- Born: Joseph Salem Lelyveld April 5, 1937 Cincinnati, Ohio, U.S.
- Died: January 5, 2024 (aged 86) New York City, U.S.
- Education: Harvard University (BA, MA) Columbia University (MS)
- Occupations: Journalist, author
- Known for: Executive editor of The New York Times (1994–2001), earning a Pulitzer Prize for Move Your Shadow, controversy over book Great Soul
- Children: 2 daughters

= Joseph Lelyveld =

American journalist (1937–2024)

Joseph Salem Lelyveld (April 5, 1937 – January 5, 2024) was an American journalist. He was executive editor of The New York Times from 1994 to 2001, and interim executive editor in 2003 after the resignation of Howell Raines. He was a Pulitzer Prize–winning journalist and author, and a contributor to the New York Review of Books.

==Early life and education ==
Joseph Salem Lelyveld was born to a Jewish family in Cincinnati on April 5, 1937. His father was Arthur Lelyveld, a Reform Jewish rabbi and political activist. His parents separated and his father traveled much for his advocacy in politics, so Lelyveld was raised by other relatives, primarily in New York City. He earned a BA degree in English and an MA in American history from Harvard University in 1958 and 1959. He also received his MS degree from Columbia University in 1960.

==Career==
===The New York Times===
In all, Lelyveld worked at The New York Times for nearly 40 years, beginning in 1962. At the Times, he went from copy editor to foreign correspondent within three years. He was also a foreign editor of The New York Times, and its managing editor.

===Authorship===
Among Lelyveld's books is Move Your Shadow: South Africa, Black and White, based on his reporting from Johannesburg, South Africa, in the 1960s and 1980s. He received the Pulitzer Prize for General Nonfiction in 1986 for Move Your Shadow.

Lelyveld's book Great Soul: Mahatma Gandhi and His Struggle with India (2011) was banned in the Indian state of Gujarat from publication for allegedly insinuating that the subject, Mahatma Gandhi, was in a homosexual or homophilic relationship. This ban received a unanimous vote in favor of the state of Gujarat in April 2011 by Gujarat's state assembly.

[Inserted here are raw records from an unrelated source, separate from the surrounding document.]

"""Built-in plugin `surface_trimesh` (not yet filled in: provides nothing)."""
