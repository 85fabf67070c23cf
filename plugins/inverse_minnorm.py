"""Built-in plugin `inverse_minnorm` (not yet filled in: provides nothing)."""
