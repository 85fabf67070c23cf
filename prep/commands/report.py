"""``headprep report BUNDLE --out report.html``: write the subject's HTML quality report."""
from __future__ import annotations

import argparse
import time

from ..bundle import load_bundle
from ..console import exit_status
from ..report import verdict_of, write_report

HELP = "write the subject's HTML quality report"
DESCRIPTION = """\
Write one self-contained HTML page that answers "can I trust this subject's
forward model?": the verdict first (pass / review / fail, with the findings
that decide it), electrodes on the scalp, cross-sections through the head
layers, the cortex's source patches, the lead-field passport and the
provenance of every input. Pictures are inline; the page opens from disk and
fetches nothing.

The bundle is verified first: a damaged bundle is refused (exit 2) and
nothing is written. The page is written atomically. Exit status as for
every command: 0 when no finding is a fail, 1 when one is (the page is
written either way), 2 for a damaged bundle or an existing FILE without --force.
"""


def add_arguments(parser: argparse.ArgumentParser) -> None:
    parser.add_argument("bundle", help="bundle directory or .zip")
    parser.add_argument("--out", required=True, metavar="FILE", help="the HTML page to write, e.g. report.html")
    parser.add_argument("--force", action="store_true", help="replace FILE if it exists")
    parser.add_argument("--json", action="store_true", help="print one JSON document on stdout")


def run(args: argparse.Namespace, ctx) -> int:  # noqa: ANN001
    started = time.perf_counter()
    bundle = load_bundle(args.bundle)
    path = write_report(bundle, ctx.registry, args.out, force=args.force)
    findings = bundle.findings
    verdict = verdict_of(findings)
    seconds = time.perf_counter() - started
    doc = {"bundle": str(args.bundle), "report": str(path), "verdict": verdict,
           "bytes": path.stat().st_size, "seconds": round(seconds, 2),
           "findings": [f.to_dict() for f in findings]}
    ctx.emit(doc, f"{path}: report written ({path.stat().st_size / 1e6:.1f} MB, {seconds:.1f} s); "
                  f"verdict {verdict.upper()}")
    return exit_status(findings)
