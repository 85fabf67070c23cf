"""Built-in plugin ``sensor_bids``: BIDS ``*_electrodes.tsv`` with its ``*_coordsystem.json``.

Reader ``bids``: the TSV has a header with ``name``, ``x``, ``y``, ``z`` (BIDS
puts them first, we accept any order) and optional ``type``, ``material``,
``impedance``...; ``n/a`` marks a missing value. The sidecar with the same prefix
(``sub-01_space-X_electrodes.tsv`` -> ``sub-01_space-X_coordsystem.json``) gives
``EEGCoordinateUnits``, ``EEGCoordinateSystem``, ``EEGCoordinateSystemDescription``
and the landmarks (``AnatomicalLandmarkCoordinates`` with
``AnatomicalLandmarkCoordinateSystem`` / ``AnatomicalLandmarkCoordinateUnits``).

Writer ``bids``: the canonical form we write (metres, 17 significant digits,
see docs/electrode-files.md).
"""
from __future__ import annotations

import json
import math
from pathlib import Path
from typing import Any

import numpy as np

from prep import ReadError, SensorReader, Sensors, SensorWriter, hookimpl
from prep.atomic import write_text_atomic
from prep.electrodes import Point, assemble, parse_number, parse_unit, text_lines
from prep.labels import KIND_WORDS, fiducial_name, normalise_label
from prep.units import unit_scale

SUFFIX = "_electrodes.tsv"
SIDECAR = "_coordsystem.json"
_LANDMARK_KEYS = (("AnatomicalLandmarkCoordinates", "AnatomicalLandmarkCoordinateSystem",
                   "AnatomicalLandmarkCoordinateUnits"),
                  ("FiducialsCoordinates", "FiducialsCoordinateSystem", "FiducialsCoordinateUnits"))
#: names we write for the landmarks (the BIDS examples' abbreviations).
_LANDMARK_OUT = {"nasion": "NAS", "lpa": "LPA", "rpa": "RPA", "inion": "INI"}


# ------------------------------------------------------------------ sidecar
def sidecar_path(tsv: Path) -> Path:
    """``<prefix>_electrodes.tsv`` -> ``<prefix>_coordsystem.json`` (``electrodes.tsv`` -> ``coordsystem.json``)."""
    name = tsv.name
    low = name.lower()
    stem = name[: -len("electrodes.tsv")] if low.endswith("electrodes.tsv") else tsv.stem + "_"
    stem = stem.rstrip("_")
    return tsv.with_name(f"{stem}{SIDECAR}" if stem else SIDECAR.lstrip("_"))


def _find_sidecar(tsv: Path) -> Path | None:
    exact = sidecar_path(tsv)
    if exact.is_file():
        return exact
    subject = tsv.name.split("_", 1)[0]
    near = sorted(tsv.parent.glob(f"{subject}*{SIDECAR}"))
    return near[0] if len(near) == 1 else None


def _key_line(text: str, key: str) -> int | None:
    idx = text.find(f'"{key}"')
    return text.count("\n", 0, idx) + 1 if idx >= 0 else None


def _load_sidecar(path: Path) -> tuple[dict[str, Any], str]:
    if path.stat().st_size > 2**20:
        raise ReadError(path, None, "coordinate-system JSON larger than 1 MiB")
    try:
        text = path.read_text(encoding="utf-8")
        meta = json.loads(text)
    except UnicodeDecodeError:
        raise ReadError(path, None, "not UTF-8 text") from None
    except json.JSONDecodeError as exc:
        raise ReadError(path, exc.lineno, f"not valid JSON: {exc.msg}") from None
    if not isinstance(meta, dict):
        raise ReadError(path, 1, "the coordinate-system JSON must be an object")
    return meta, text


def _landmarks(meta: dict[str, Any], text: str, path: Path, eeg_unit: str | None,
               eeg_system: Any) -> tuple[dict[str, list[float]], dict[str, Any]]:
    """Fiducials from the sidecar, in the electrodes' unit; and notes for provenance."""
    notes: dict[str, Any] = {}
    for coords_key, system_key, units_key in _LANDMARK_KEYS:
        coords = meta.get(coords_key)
        if coords is None:
            continue
        if not isinstance(coords, dict):
            raise ReadError(path, _key_line(text, coords_key), f"{coords_key} must be an object of name: [x, y, z]")
        system = meta.get(system_key)
        if system not in (None, eeg_system):
            notes[f"{coords_key}_ignored"] = f"{system_key} {system!r} differs from EEGCoordinateSystem {eeg_system!r}"
            continue
        lm_unit = meta.get(units_key)
        lm_unit = parse_unit(lm_unit, path, _key_line(text, units_key)) if isinstance(lm_unit, str) else None
        factor = 1.0
        if lm_unit and eeg_unit and lm_unit != eeg_unit:
            factor = unit_scale(lm_unit) / unit_scale(eeg_unit)
        out: dict[str, list[float]] = {}
        for name, value in coords.items():
            line = _key_line(text, str(name))
            ok = isinstance(value, list) and len(value) == 3 and all(
                isinstance(v, (int, float)) and not isinstance(v, bool) for v in value)
            if not ok:
                raise ReadError(path, line, f"{coords_key}[{name!r}] must be a list of 3 numbers, got {value!r}")
            fid = fiducial_name(str(name))
            if fid is not None and fid not in out:
                out[fid] = [float(v) * factor for v in value]
        if out:
            notes["landmarks_from"] = coords_key
            return out, notes
    return {}, notes


# ------------------------------------------------------------------ reader
def read_bids(path: str | Path, units: str | None = None) -> Sensors:
    """Read a BIDS electrodes file and its coordinate-system sidecar.

    Parameters
    ----------
    path : path to ``*_electrodes.tsv``
    units : str, optional
        Overrides ``EEGCoordinateUnits``.

    Returns
    -------
    Sensors
        Positions (n, 3) float64 in metres, frame ``device``; fiducials from
        ``AnatomicalLandmarkCoordinates`` or from rows named like a fiducial.
    """
    p = Path(path)
    option = parse_unit(units, p, None) if units is not None else None
    side = _find_sidecar(p)
    meta, text = _load_sidecar(side) if side is not None else ({}, "")
    raw_unit = meta.get("EEGCoordinateUnits")
    if raw_unit is not None and not isinstance(raw_unit, str):
        raise ReadError(side, _key_line(text, "EEGCoordinateUnits"),
                        f"EEGCoordinateUnits must be a string (m, mm, cm or n/a), got {raw_unit!r}")
    declared = parse_unit(raw_unit, side, _key_line(text, "EEGCoordinateUnits")) if raw_unit else None
    system = meta.get("EEGCoordinateSystem")
    landmarks, notes = _landmarks(meta, text, side, declared, system) if meta else ({}, {})
    cols: dict[str, int] | None = None
    ncols = 0
    points: list[Point] = []
    for number, line in text_lines(p):
        if not line.strip():
            continue
        cells = [c.strip() for c in line.split("\t")]
        if cols is None:
            names = [c.lower() for c in cells]
            missing = [c for c in ("name", "x", "y", "z") if c not in names]
            if missing:
                raise ReadError(p, number, f"BIDS electrodes header must have name, x, y, z columns "
                                           f"(tab-separated); missing {', '.join(missing)}")
            cols = {c: names.index(c) for c in ("name", "x", "y", "z")}
            if "type" in names:
                cols["type"] = names.index("type")
            ncols = len(cells)
            continue
        if len(cells) != ncols:
            raise ReadError(p, number, f"expected {ncols} tab-separated columns, found {len(cells)}")
        label = cells[cols["name"]]
        if not label or label.lower() == "n/a":
            raise ReadError(p, number, "empty electrode name")
        xyz = tuple(parse_number(cells[cols[a]], p, number, f"{a} value of {label!r}") for a in "xyz")
        kind = cells[cols["type"]] if "type" in cols else None
        kind = kind if kind and kind.lower() in KIND_WORDS else None  # BIDS 'type' is often 'cup', 'ring'...
        points.append(Point(label=label, xyz=xyz, line=number, kind=kind))
    if cols is None:
        raise ReadError(p, None, "empty file: no header and no data rows")
    if not points:
        raise ReadError(p, None, "no data rows after the header")
    extra = {"coordsystem": side.name if side else None, "EEGCoordinateSystem": system,
             "EEGCoordinateSystemDescription": meta.get("EEGCoordinateSystemDescription"), **notes}
    return assemble(p, points, reader="bids", unit=option or declared,
                    unit_source="option" if option else ("declared" if declared else None),
                    landmarks=landmarks, extra=extra)


# ------------------------------------------------------------------ writer
def _fmt(v: float) -> str:
    return "n/a" if not math.isfinite(v) else repr(float(v))


def _type_out(label: str, kind: str) -> str:
    """The ``type`` cell: our kind, ``n/a`` for a scalp electrode whose label says so by itself."""
    if kind == "eeg":
        return "n/a" if normalise_label(label).kind == "eeg" else "eeg"  # e.g. an electrode at Nz
    return kind


def write_bids(sensors: Sensors, path: str | Path) -> list[Path]:
    """Write ``sensors`` as BIDS electrodes.tsv + coordsystem.json (metres, exact floats).

    Columns ``name x y z`` and, when any row is not a scalp electrode, ``type``
    holding our kind (``eog``, ``ref``, ``headshape``...). Head-shape points are
    rows ``HSP0001``... of type ``headshape``. Fiducials go to
    ``AnatomicalLandmarkCoordinates`` (``NAS``, ``LPA``, ``RPA``, ``INI``).

    Returns
    -------
    list of Path
        The TSV and the JSON written.
    """
    p = Path(path)
    rows = [(lab, pos, _type_out(lab, kind)) for lab, pos, kind in
            zip(sensors.labels, sensors.positions, sensors.kinds)]
    rows += [(f"HSP{i + 1:04d}", pos, "headshape") for i, pos in enumerate(sensors.headshape)]
    typed = any(kind != "n/a" for _, _, kind in rows)
    lines = ["name\tx\ty\tz" + ("\ttype" if typed else "")]
    for lab, pos, kind in rows:
        cells = [lab, *(_fmt(v) for v in np.asarray(pos, dtype=float))]
        if typed:
            cells.append(kind)
        lines.append("\t".join(cells))
    meta: dict[str, Any] = {
        "EEGCoordinateSystem": "Other",
        "EEGCoordinateUnits": "m",
        "EEGCoordinateSystemDescription": f"headprep frame '{sensors.frame}'"
        + (": RAS, origin midway between the preauricular points, +x through the right one, "
           "+y toward the nasion" if sensors.frame == "head" else
           ": the frame of the subject's MRI-derived meshes" if sensors.frame == "anatomy" else
           ": as digitized"),
    }
    if sensors.fiducials:
        meta["AnatomicalLandmarkCoordinates"] = {
            _LANDMARK_OUT.get(k, k): [float(v) for v in pos] for k, pos in sensors.fiducials.items()}
        meta["AnatomicalLandmarkCoordinateSystem"] = "Other"
        meta["AnatomicalLandmarkCoordinateUnits"] = "m"
        meta["AnatomicalLandmarkCoordinateSystemDescription"] = meta["EEGCoordinateSystemDescription"]
    side = sidecar_path(p)
    write_text_atomic(p, "\n".join(lines) + "\n")
    write_text_atomic(side, json.dumps(meta, indent=2) + "\n")
    return [p, side]


@hookimpl
def headprep_register_sensor_readers() -> list[SensorReader]:
    # a bare "electrodes.tsv" (what `headprep template --out electrodes.tsv` writes) is ours too
    return [SensorReader(name="bids", suffixes=(SUFFIX, SUFFIX.lstrip("_")), read=read_bids,
                         description="BIDS electrodes.tsv with its coordsystem.json", defaults={"units": ""})]


@hookimpl
def headprep_register_sensor_writers() -> list[SensorWriter]:
    return [SensorWriter(name="bids", suffixes=(SUFFIX, SUFFIX.lstrip("_")), write=write_bids,
                         description="canonical BIDS electrodes.tsv + coordsystem.json, metres")]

Lelyveld criticized the ban and rejected the allegations that his work claimed Gandhi to be homosexual or homophilic. He said:

The book does not say that Gandhi was bisexual or homosexual. It says that he was celibate and deeply attached to Kallenbach. This is not news.

==Personal life==
Lelyveld was married to Carolyn Fox from 1959 until her death in 2004, and had two daughters. One of his daughters, Nita Lelyveld, became city editor of the Portland Press Herald in 2021.

Lelyveld was a first cousin of film critic Jonathan Rosenbaum; their mothers were sisters.

Lelyveld died from complications of Parkinson's disease at his home in Manhattan, on January 5, 2024, at the age of 86.

==Works==
- "House of Bondage: A South African Black Man Exposes in His Own Pictures and Words the Bitter Life of His Homeland Today" (the foreword to a book by Ernest Cole). New York: Random House, 1967. LCCN 67-21147.
- Move Your Shadow: South Africa, Black and White New York: Crown Publishing Group, 1985. ISBN 978-0812912371.
- Omaha Blues: A Memory Loop. New York: Farrar, Straus and Giroux, 2005. ISBN 978-0374225902.
- Great Soul: Mahatma Gandhi and His Struggle with India Alfred A. Knopf, 2011. ISBN 978-0-307-26958-4.
- His Final Battle: The Last Months of Franklin Roosevelt Alfred A. Knopf, 2016. ISBN 978-0385350792.